When the Kansas Legislature convenes in January 2012, one issue that will likely not receive serious consideration is the matter of school choice.  This, despite the fact that legislators are expected to debate Governor Brownback’s proposal for a new school finance formula — seemingly an opportune time for a conversation about the vital role Catholic schools play in educating Kansas children.

Pope Benedict XVI has spoken of “the protection of the right of parents to educate their children” as being “not negotiable.”  Yet in this country, too many parents are not empowered to choose their children’s education.  The location of one’s house, and frequently the value of that property, all too often determines what kind of education one’s child will receive.

Parents who opt for a Catholic education must resign themselves to paying tuition twice: once in taxes dedicated to public education and once in tuition for the Catholic school.  This reality makes a Catholic education unattainable for many who would otherwise gladly take advantage of it.

School choice legislation — perhaps better described as parental rights legislation — can take many forms.  A voucher system would allow the tax dollars a family pays for education to follow the child to the school of their choice.  Milton Friedman, who won the Nobel Prize in Economics and who was promoting vouchers in the 1950’s, believed that government financing of education and government operation of schools were two different matters and that the former did not necessarily imply the latter.

Nonetheless, there are those who fear that government funding of private schools will inevitably come with too many strings attached.  They tend to support what are called tax-credit scholarship programs, where individuals and corporations receive a tax credit for making donations to scholarship organizations, which in turn use the donated funds to provide scholarships for kids to use at private schools.

To legislators concerned with the perilous state of the Kansas budget but unconcerned with the challenges facing Catholic schools, the following thought-experiment is proposed: suppose every Catholic school in Kansas was closed and those roughly 29,000 students were suddenly dumped into the public school system.  Where would you find the money to pay for the public education they are entitled to?  Surely the taxes their parents have been paying all these years for their education is sitting there waiting for them, right?

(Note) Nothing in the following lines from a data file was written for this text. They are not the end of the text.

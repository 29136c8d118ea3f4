"""Sweeps that do not show the same part: told apart, named, left out where that is plain."""

from __future__ import annotations

from dataclasses import replace

import numpy as np
import pytest
from stepped_parts import BASE, DESIGN, FREQ_HZ, STEPS, drawn, swept

from fitamp.amplifier import ELEMENT_NAMES, Elements
from fitamp.design import Bench
from fitamp.elements import Condition, ElementNoteCode, estimate_elements
from fitamp.sweep import Sweep

BARE = replace(DESIGN, bench=Bench(delay_s=0.0))
DIE = drawn(5)
MORE_STEPS = (*STEPS, Condition(load_added_f=10e-12))


def with_one_changed(changed: Elements, which: int, conditions: tuple[Condition, ...], seed: int = 4) -> list[Sweep]:
    sweeps = swept(DIE, conditions, seed, bench_load_f=0.0)
    sweeps[which] = swept(changed, conditions, seed, bench_load_f=0.0)[which]
    return sweeps


def test_a_part_that_changed_is_named_with_what_changed_and_left_out() -> None:
    sweeps = with_one_changed(DIE.with_changes(CL=DIE.CL * 1.03), 2, MORE_STEPS)
    estimate = estimate_elements(sweeps, BARE, conditions=MORE_STEPS)
    (check,) = (check for check in estimate.checks if check.changed)
    assert check.file == "step2.csv"
    assert check.left_out
    assert check.suspect == "CL"
    assert check.suspect_change is not None
    assert check.suspect_change.value == pytest.approx(0.03 * DIE.CL, rel=0.1)
    assert not estimate.is_consistent
    assert estimate.is_trustworthy
    assert len(estimate.sweeps) == 6
    assert len(estimate.solution.sweeps) == 5
    (note,) = estimate.notes
    assert note.code is ElementNoteCode.PART_CHANGED
    assert note.files == ("step2.csv",)
    assert "step2.csv does not show the same part as the other sweeps: CL would have to be larger" in note.message
    # Without it the elements are those of the part.
    assert estimate.element("gm2").estimate.value == pytest.approx(DIE.gm2, rel=3e-3)


def test_a_resistor_that_was_not_added_shows_as_one() -> None:
    # Stated as −400 Ω, measured without.
    sweeps = swept(DIE, STEPS, 4, bench_load_f=0.0)
    sweeps[3] = swept(DIE, [BASE, *STEPS[1:3], BASE], 5, bench_load_f=0.0)[3]
    estimate = estimate_elements(sweeps, BARE, conditions=STEPS)
    check = estimate.checks[3]
    assert check.changed
    assert check.suspect == "Rz"


def test_where_it_is_not_plain_which_sweep_stands_apart_all_stay_with_wide_errors() -> None:
    # Of a line through added loads of 0, 5 and 15 pF one point is off: it may be either of two.
    sweeps = with_one_changed(DIE.with_changes(CL=DIE.CL * 1.03), 2, STEPS)
    estimate = estimate_elements(sweeps, BARE, conditions=STEPS)
    assert [check.changed for check in estimate.checks] == [False, True, True, False, False]
    assert not any(check.left_out for check in estimate.checks)
    assert not estimate.is_trustworthy
    note = estimate.notes[0]
    assert note.code is ElementNoteCode.PART_CHANGED
    assert "step1.csv or step2.csv" in note.message
    for name in ("gm2", "CL", "Cc", "Rz"):
        low, high = estimate.element(name).estimate.ci95
        assert low is not None
        assert high is not None
        assert low < getattr(DIE, name) < high


def test_two_sweeps_that_contradict_one_another_are_both_named() -> None:
    sweeps = with_one_changed(DIE.with_changes(gm1=DIE.gm1 * 1.1), 1, (BASE, BASE))
    estimate = estimate_elements(sweeps, BARE)
    assert [check.changed for check in estimate.checks] == [True, True]
    assert not estimate.is_trustworthy


def test_no_sweep_is_left_out_where_all_are_to_be_kept() -> None:
    sweeps = with_one_changed(DIE.with_changes(CL=DIE.CL * 1.03), 2, MORE_STEPS)
    estimate = estimate_elements(sweeps, BARE, conditions=MORE_STEPS, keep_all=True)
    (check,) = (check for check in estimate.checks if check.changed)
    assert check.file == "step2.csv"
    assert not check.left_out
    assert len(estimate.solution.sweeps) == 6
    assert not estimate.is_trustworthy


def test_an_unchanged_part_is_called_changed_no_more_often_than_promised() -> None:
    # Promised once in 10 000 estimates; the chances themselves are uniform, so that of 30 one or two are below 0.05.
    chances = []
    for seed in range(10):
        estimate = estimate_elements(
            swept(drawn(seed), STEPS[::2], 50 + seed, bench_load_f=0.0), BARE, conditions=STEPS[::2]
        )
        assert estimate.is_consistent
        chances += [check.change_chance for check in estimate.checks]
    low = sum(chance is not None and chance < 0.05 for chance in chances)
    assert 0 <= low <= 6
    assert 0.3 < np.mean([chance for chance in chances if chance is not None]) < 0.7


def test_a_sweep_that_no_circuit_describes_counts_for_less() -> None:
    sweeps = swept(DIE, STEPS, 4, bench_load_f=0.0)
    wavy = sweeps[4].gain * (1 + 0.01 * np.sin(3 * np.log(FREQ_HZ)))
    sweeps[4] = replace(sweeps[4], gain=wavy)
    estimate = estimate_elements(sweeps, BARE, conditions=STEPS)
    assert not estimate.checks[4].adequacy.adequate
    assert ElementNoteCode.CIRCUIT_INADEQUATE in {note.code for note in estimate.notes}
    assert not estimate.is_trustworthy
    weights = [one.inflation for one in estimate.solution.sweeps]
    assert weights[4] > 10
    assert max(weights[:4]) == 1.0
    for name in ELEMENT_NAMES:
        one = estimate.element(name).estimate
        assert one.value is not None
        assert one.stderr is not None
        assert abs(one.value - getattr(DIE, name)) < 4 * one.stderr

In an age when it seems almost routine for the government to force taxpayers to pay for other people’s abortions, contraceptives, and sterilizations, the merest suggestion that public funds be used to help a disadvantaged child attend a private school is considered beyond the pale, dangerous, suicidal for politicians, and even unconstitutional.  The Framers of our Constitution, rolling over in their graves, must wonder what madness has infected our times.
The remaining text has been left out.